His campaign is thinking a lot about how to foster the human connection he thrives on under the new rules of social distancing.

“We’re thinking through what does a virtual campaign look like, and how do we ensure that Biden is able to have that one-on-one connection that he is able to form with voters when he's out in the real world,” said Bedingfield. “How do we create that online? We're experimenting with a lot of different formats on that front.”

Next up, launching on Monday, is a regular podcast that Biden will host with a one-on-one conversation format.

Biden stumbled to victory with a nearly broke campaign. The string of Tuesday night primary wins — with all the accompanying news coverage — created a surge of new donations. But then the pandemic pushed the campaign aside and the economy came crashing down. Those twin developments have many Democrats concerned that Biden’s fundraising has dramatically stalled.

The Biden campaign acknowledged it was a serious concern.

“We are preparing for and thinking through how we execute the campaign knowing that it's very possible that fundraising across the board, and not just for our campaign, it's just gonna be leaner than it might have been a few months ago,” said a Biden adviser. “And I think that's the reality that all campaigns are facing.” (On the flip side, major expenses like candidate travel and events have disappeared.)

But there are other Democrats who think all of the hand-wringing over Biden’s bizarre situation and the complexities and political downside of creating a virtual campaign are overblown. In their view, he can defeat Trump in a general election the same way he has almost won the Democratic nomination: just by being there.

“In the long run, it will work out for them,” said one prominent Democrat. “I don’t relish talking about this in political terms, but global leaders are moving up 25 points in the midst of this crisis. The prime minister of Italy has a 75 percent approval rating. In France, [President Emmanuel] Macron has moved above 50 percent. As you remember George Bush was at 90 percent after 9/11.”

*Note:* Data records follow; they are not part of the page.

def _headline(frame: pd.DataFrame, kind: str, lemac_in: float | None, mac_in: float | None,
              errors: tuple[float, float] | None, *, light: bool = False) -> _Headline | None:
    """The pooled fit and its headline neutral point; None when stick-free has no force.

    ``light``: the neutral point alone is wanted (``core.linear`` may be None).
    """
    if kind == "stick_free":
        if "fs_over_q_ft2" not in frame.columns:
            return None
        fsq = pd.to_numeric(frame["fs_over_q_ft2"], errors="coerce")
        frame = frame.loc[np.isfinite(fsq.to_numpy(dtype=float))].copy()
        frame["fs_over_q_ft2"] = fsq.loc[frame.index].astype(float)
        if frame.empty:
            return None
        response, group_col = "fs_over_q_ft2", "flight"
    else:
        response, group_col = "elevator_deg", "stab_setting"
    many = frame[group_col].nunique() >= MIN_INTERCEPTS_FOR_BLOCKS
    core = (_core_within if light and many else _core)(
        frame, response, group_col, kind, lemac_in, mac_in)
    anchor = stick_force.trim_anchor(frame) if kind == "stick_free" else None
    headline, level = _flight_level_np(
        frame, response, group_col, kind, core,
        errors or (DEFAULT_CG_UNCERTAINTY_PCT_MAC, DEFAULT_STICK_FORCE_ZERO_UNCERTAINTY_LBF),
        lemac_in, mac_in, anchor)
    return _Headline(frame, response, group_col, core, anchor, headline, level)
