# --------------------------------------------------------------------------- choices and edits


def apply_exclusions(
    store: Store, flight_ids: list[int], exclusions: list[tuple[str, int]]
) -> list[str]:
    """Exclude points of flights just imported (``import --exclude``), saved or not before.

    ``FLIGHT`` names a flight by its label in the log (the file's stem) or by
    its history id.  Every exclusion is checked before any is applied.

    Returns
    -------
    list of str
        One line per point excluded (or already excluded).

    Raises
    ------
    StoreError
        An exclusion names no flight of those given, or no point of it.
    """
    if not exclusions:
        return []
    by_name: dict[str, int] = {}
    points: dict[int, pd.DataFrame] = {}
    for fid in dict.fromkeys(flight_ids):
        record = store.flight(fid)
        frame = store.flight_points(fid)
        points[fid] = frame
        names = {str(fid), file_stem(record.filename)}
        if "flight" in frame and len(frame):
            names.update(str(v) for v in frame["flight"].unique())
        for n in names:
            by_name.setdefault(n, fid)
    plan = []
    for flight, point in exclusions:
        fid = by_name.get(flight)
        if fid is None:
            raise StoreError(
                f"--exclude {flight}:{point}: no flight '{flight}' among the files given "
                f"(flights: {', '.join(sorted(by_name))}); the flights were saved, no point "
                "was excluded")
        if point not in set(points[fid]["point"].astype(int)):
            raise StoreError(
                f"--exclude {flight}:{point}: flight '{flight}' (history id {fid}) has no point "
                f"{point} (points 1..{len(points[fid])}); no point was excluded")
        plan.append((flight, fid, point))
    lines = []
    for flight, fid, point in plan:
        frame = points[fid]
        was = bool(frame.loc[frame["point"].astype(int) == point, "included"].iloc[0])
        store.set_point_included(fid, point, False)
        state = "excluded" if was else "already excluded"
        lines.append(f"flight '{flight}' (history id {fid}) point {point}: {state}")
    return lines
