"""The sign convention every curvature a user reads follows, in words (written once, see DEVELOPERS.md).

Colour maps (k1, k2, H, K), section curves, their graphs, combs and tables all
take the sign of the normal curvature with respect to the face's unit normal
``(Su x Sv) / |Su x Sv|``, reversed on faces the file marks as reversed.
"""

from __future__ import annotations

CURVATURE_SIGN = (
    "curvature > 0 where the surface bends towards its normal (the normal points out of the side "
    "the file's face orientation gives), < 0 where it bends away; the same sign on maps, sections, "
    "graphs, combs and tables"
)
CURVATURE_SIGN_SHORT = "k > 0: surface bends towards its normal"
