"""Exact evaluation of many faces at scattered (face, u, v) samples in one pass.

Section curves cross many faces, and each step of a Newton iteration needs the
derivatives of every face at a few dozen points. Evaluating face by face pays
numpy's call overhead once per face and iteration; here faces of equal degrees
share one pass: their knot vectors are laid end to end (each shifted so that
the vectors do not overlap), one span search and one basis evaluation serve
every sample, and each sample gathers the (p + 1) x (q + 1) poles of its own
face from a padded stack of control nets.

The basis functions are those of :mod:`geometry.basis` (The NURBS Book, 2nd
ed., A2.2/A2.3 and eq. 2.9); rational derivatives follow from the homogeneous
ones by eq. 4.20 (A4.4), via :func:`geometry.nurbs.rational_quotient`.
"""

from __future__ import annotations

from collections.abc import Sequence

import numpy as np

from .basis import nonzero_basis_derivatives
from .nurbs import NurbsSurface, rational_quotient

# Gap between consecutive shifted knot vectors; any positive value works.
_KNOT_GAP = 1.0


class _Axis:
    """One parameter direction of a group of faces: shifted, concatenated knots."""

    def __init__(self, knot_vectors: Sequence[np.ndarray], degree: int, counts: Sequence[int]):
        parts, starts, shifts, lo, hi = [], [], [], [], []
        end, start = 0.0, 0
        for knots, n in zip(knot_vectors, counts, strict=True):
            shift = 0.0 if not parts else end + _KNOT_GAP - knots[0]
            parts.append(knots + shift)
            starts.append(start)
            shifts.append(shift)
            lo.append(knots[degree])
            hi.append(knots[n])
            end = parts[-1][-1]
            start += knots.size
        self.knots = np.concatenate(parts)
        self.degree = degree
        self.starts = np.array(starts)
        self.shifts = np.array(shifts)
        self.lo = np.array(lo)
        self.hi = np.array(hi)
        # The domain's end belongs to the last non-empty span of its own face, not
        # to the gap after it: evaluate one ulp inside (the basis is continuous).
        self.hi_shifted = np.nextafter(self.hi + self.shifts, -np.inf)

    def basis(self, member: np.ndarray, t: np.ndarray, order: int) -> tuple[np.ndarray, np.ndarray]:
        """Non-zero basis derivatives (order + 1, k, p + 1) and local first pole indices (k,)."""
        t = np.clip(t, self.lo[member], self.hi[member])
        shifted = np.minimum(t + self.shifts[member], self.hi_shifted[member])
        n_total = self.knots.size - self.degree - 1
        ders, spans = nonzero_basis_derivatives(self.knots, self.degree, n_total, shifted, order)
        return ders, spans - self.starts[member] - self.degree


class _Group:
    """Faces of one degree pair, evaluated together."""

    def __init__(self, surfaces: Sequence[NurbsSurface]):
        first = surfaces[0]
        self.p, self.q = first.degree_u, first.degree_v
        self.rational = any(s.is_rational for s in surfaces)
        counts = [s.shape for s in surfaces]
        self.u = _Axis([s.knots_u for s in surfaces], self.p, [c[0] for c in counts])
        self.v = _Axis([s.knots_v for s in surfaces], self.q, [c[1] for c in counts])
        nu = max(c[0] for c in counts)
        nv = max(c[1] for c in counts)
        dim = 4 if self.rational else 3
        net = np.zeros((len(surfaces), nu, nv, dim))
        for i, s in enumerate(surfaces):
            a, b = s.shape
            net[i, :a, :b] = s.homogeneous[..., :dim]
        self.net = net

    def derivatives(self, member: np.ndarray, u: np.ndarray, v: np.ndarray, order: int) -> np.ndarray:
        du, iu0 = self.u.basis(member, u, order)
        dv, iv0 = self.v.basis(member, v, order)
        iu = iu0[:, None] + np.arange(self.p + 1)
        iv = iv0[:, None] + np.arange(self.q + 1)
        local = self.net[member[:, None, None], iu[:, :, None], iv[:, None, :]]  # (k, p+1, q+1, dim)
        dim = local.shape[-1]
        hom = np.zeros((order + 1, order + 1, dim, u.size))
        for k in range(order + 1):
            part = np.einsum("ka,kabd->kbd", du[k], local)
            for l in range(order + 1 - k):
                hom[k, l] = np.einsum("kb,kbd->dk", dv[l], part)
        return rational_quotient(hom, order) if self.rational else hom


class FaceEvaluator:
    """Exact derivatives of a model's face surfaces at scattered samples.

    Parameters
    ----------
    surfaces : sequence of NurbsSurface
        One per face, indexed as the model's faces.
    """

    def __init__(self, surfaces: Sequence[NurbsSurface]):
        self.surfaces = tuple(surfaces)
        keys = [(s.degree_u, s.degree_v) for s in self.surfaces]
        self._groups: list[tuple[np.ndarray, _Group]] = []
        self._group_of = np.zeros(len(keys), dtype=int)
        self._member_of = np.zeros(len(keys), dtype=int)
        for g, key in enumerate(dict.fromkeys(keys)):
            idx = np.array([i for i, k in enumerate(keys) if k == key])
            self._group_of[idx] = g
            self._member_of[idx] = np.arange(idx.size)
            self._groups.append((idx, _Group([self.surfaces[i] for i in idx])))
        self.u_lo = np.array([s.domain[0][0] for s in self.surfaces])
        self.u_hi = np.array([s.domain[0][1] for s in self.surfaces])
        self.v_lo = np.array([s.domain[1][0] for s in self.surfaces])
        self.v_hi = np.array([s.domain[1][1] for s in self.surfaces])

    def clip(self, faces: np.ndarray, uv: np.ndarray) -> np.ndarray:
        """Parameters clipped into each sample's face domain, shape (k, 2)."""
        u = np.clip(uv[:, 0], self.u_lo[faces], self.u_hi[faces])
        v = np.clip(uv[:, 1], self.v_lo[faces], self.v_hi[faces])
        return np.stack([u, v], axis=1)

    def derivatives(self, faces: np.ndarray, uv: np.ndarray, order: int) -> np.ndarray:
        """Partial derivatives S_kl (k + l <= order) of each sample's face.

        Parameters
        ----------
        faces : ndarray of int, shape (k,)
            Face index of each sample.
        uv : ndarray of shape (k, 2)
            Parameters (clipped into the face's domain).
        order : int
            Highest total order, 0 to 3.

        Returns
        -------
        ders : ndarray of shape (order + 1, order + 1, 3, k)
            Components first: ``ders[k, l, :, i]`` is d^(k+l) S / du^k dv^l at sample i.
        """
        faces = np.asarray(faces, dtype=int).ravel()
        uv = np.asarray(uv, dtype=float).reshape(-1, 2)
        out = np.zeros((order + 1, order + 1, 3, faces.size))
        groups = self._group_of[faces]
        for g, (_, group) in enumerate(self._groups):
            sel = np.flatnonzero(groups == g) if len(self._groups) > 1 else np.arange(faces.size)
            if sel.size == 0:
                continue
            member = self._member_of[faces[sel]]
            out[..., sel] = group.derivatives(member, uv[sel, 0], uv[sel, 1], order)[:, :, :3]
        return out
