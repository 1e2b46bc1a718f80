"""Arithmetic on arrays of 3-vectors, with the axis of the three components named.

The core holds vectors in two layouts: components last (points of shape
``(n, 3)``, the usual numpy layout) and components first (shape ``(3, k)``,
used by kernels that keep each component contiguous for speed). Every helper
takes ``axis``, the axis of the three components, so one module serves both
and no caller guesses which convention a private ``_dot`` had.
"""

from __future__ import annotations

import numpy as np

# Lengths below this count as zero when normalising (no division by zero).
TINY_LENGTH = 1e-300


def _part(a: np.ndarray, i: int, axis: int) -> np.ndarray:
    """Component ``i`` of every vector (a view)."""
    if axis == -1:
        return a[..., i]
    return a[(slice(None),) * axis + (i,)]


def dot(a: np.ndarray, b: np.ndarray, axis: int = -1, out: np.ndarray | None = None) -> np.ndarray:
    """Dot products of corresponding vectors.

    Parameters
    ----------
    a, b : ndarray
        Broadcastable arrays with 3 components along ``axis``, e.g. (n, 3) or (3, k).
    axis : int
        -1 (components last) or a non-negative axis (0: components first).
    out : ndarray, optional
        Written in place; shape of the result.

    Returns
    -------
    ndarray
        The input shape without ``axis``.
    """
    out = np.multiply(_part(a, 0, axis), _part(b, 0, axis), out=out)
    out += _part(a, 1, axis) * _part(b, 1, axis)
    out += _part(a, 2, axis) * _part(b, 2, axis)
    return out


def cross(a: np.ndarray, b: np.ndarray, axis: int = -1, out: np.ndarray | None = None) -> np.ndarray:
    """Cross products ``a x b`` of corresponding vectors (right-handed).

    Parameters
    ----------
    a, b : ndarray
        Broadcastable arrays with 3 components along ``axis``.
    axis : int
        -1 (components last) or a non-negative axis (0: components first).
    out : ndarray, optional
        Written in place; the broadcast shape of ``a`` and ``b``.

    Returns
    -------
    ndarray
        The broadcast shape of ``a`` and ``b``.
    """
    if out is None:
        out = np.empty(np.broadcast_shapes(np.shape(a), np.shape(b)))
    for i, j, k in ((0, 1, 2), (1, 2, 0), (2, 0, 1)):
        target = _part(out, i, axis)
        np.multiply(_part(a, j, axis), _part(b, k, axis), out=target)
        target -= _part(a, k, axis) * _part(b, j, axis)
    return out


def norm(a: np.ndarray, axis: int = -1) -> np.ndarray:
    """Euclidean lengths of the vectors, the input shape without ``axis``."""
    return np.sqrt(dot(a, a, axis))


def unit(a: np.ndarray, axis: int = -1) -> np.ndarray:
    """The vectors scaled to length 1 (zero vectors stay zero), same shape as ``a``."""
    a = np.asarray(a, dtype=float)
    return a / np.expand_dims(np.maximum(norm(a, axis), TINY_LENGTH), axis)
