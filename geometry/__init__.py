"""Batten's numerical core: exact NURBS evaluation and surface analysis.

numpy and scipy only; nothing here imports Qt, VTK, pyvista or the app.
"""

from .errors import BattenError, ReadError, SurfaceError
from .nurbs.differential import CurvatureField, curvature_at, curvature_on_grid
from .nurbs.interop import from_geomdl
from .nurbs.surface import NurbsSurface

__all__ = [
    "BattenError",
    "CurvatureField",
    "NurbsSurface",
    "ReadError",
    "SurfaceError",
    "curvature_at",
    "curvature_on_grid",
    "from_geomdl",
]
__version__ = "0.1.0"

The point, of course, was that Trump has not seen the traditional ratings surge that presidents nearly always receive in the midst of a national crisis.

“He actually did things that made this much worse or didn’t do things that made it worse,” the Democrat said, “and it’s all on video.”

But Dunn was frank about how uncertain the politics of the pandemic now are. “Anyone who tells you, ‘Oh, yes, I've been through this before!’” she said, “I want to know when and where.”